*** Opening of Raw data ***

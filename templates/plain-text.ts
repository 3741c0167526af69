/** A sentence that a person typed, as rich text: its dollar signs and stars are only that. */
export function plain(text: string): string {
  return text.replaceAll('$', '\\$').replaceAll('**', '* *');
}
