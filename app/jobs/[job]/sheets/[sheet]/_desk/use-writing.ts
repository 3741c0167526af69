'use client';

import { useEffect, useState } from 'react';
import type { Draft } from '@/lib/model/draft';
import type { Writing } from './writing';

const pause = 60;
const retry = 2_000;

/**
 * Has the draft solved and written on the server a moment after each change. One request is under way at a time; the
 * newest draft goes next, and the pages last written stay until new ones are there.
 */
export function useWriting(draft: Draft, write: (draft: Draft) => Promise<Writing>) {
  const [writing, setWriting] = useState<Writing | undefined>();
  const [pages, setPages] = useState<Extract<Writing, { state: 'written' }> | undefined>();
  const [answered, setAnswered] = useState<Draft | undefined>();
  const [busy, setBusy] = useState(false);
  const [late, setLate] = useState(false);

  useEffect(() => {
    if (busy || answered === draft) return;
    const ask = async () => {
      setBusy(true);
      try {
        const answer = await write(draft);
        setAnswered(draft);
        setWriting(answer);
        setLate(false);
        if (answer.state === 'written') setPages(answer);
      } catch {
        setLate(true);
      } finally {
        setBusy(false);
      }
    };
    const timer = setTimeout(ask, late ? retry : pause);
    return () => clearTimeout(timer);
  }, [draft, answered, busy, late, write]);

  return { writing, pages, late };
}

*** Close of Raw data ***
*** Opening of Raw data ***

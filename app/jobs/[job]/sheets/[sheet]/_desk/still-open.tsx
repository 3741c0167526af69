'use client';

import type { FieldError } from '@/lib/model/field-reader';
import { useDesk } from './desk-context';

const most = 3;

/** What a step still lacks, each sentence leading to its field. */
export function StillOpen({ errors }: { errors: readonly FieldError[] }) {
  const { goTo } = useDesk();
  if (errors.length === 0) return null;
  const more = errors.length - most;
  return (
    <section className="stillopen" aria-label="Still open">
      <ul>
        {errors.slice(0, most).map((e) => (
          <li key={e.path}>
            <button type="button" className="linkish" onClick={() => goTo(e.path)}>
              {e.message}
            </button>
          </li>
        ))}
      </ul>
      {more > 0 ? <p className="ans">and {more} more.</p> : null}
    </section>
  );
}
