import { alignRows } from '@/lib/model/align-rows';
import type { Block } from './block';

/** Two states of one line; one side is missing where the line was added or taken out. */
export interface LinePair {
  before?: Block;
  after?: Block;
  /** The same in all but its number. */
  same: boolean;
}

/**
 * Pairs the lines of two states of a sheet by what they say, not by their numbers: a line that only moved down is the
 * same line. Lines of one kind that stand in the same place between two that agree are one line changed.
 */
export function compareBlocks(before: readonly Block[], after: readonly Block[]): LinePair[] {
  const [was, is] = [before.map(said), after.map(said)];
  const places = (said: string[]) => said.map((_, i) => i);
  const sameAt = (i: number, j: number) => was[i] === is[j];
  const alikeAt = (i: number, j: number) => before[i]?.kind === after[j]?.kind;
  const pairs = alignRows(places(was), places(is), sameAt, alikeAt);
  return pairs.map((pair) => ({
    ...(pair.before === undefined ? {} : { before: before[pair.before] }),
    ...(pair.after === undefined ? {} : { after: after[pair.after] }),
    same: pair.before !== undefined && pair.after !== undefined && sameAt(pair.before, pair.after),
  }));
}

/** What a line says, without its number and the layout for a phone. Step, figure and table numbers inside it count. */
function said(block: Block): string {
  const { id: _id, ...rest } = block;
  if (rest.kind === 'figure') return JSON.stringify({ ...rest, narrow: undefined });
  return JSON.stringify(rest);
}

*** Close of Raw data ***

Establish how many lines of the data above contain "sheets". State that number and no more.

2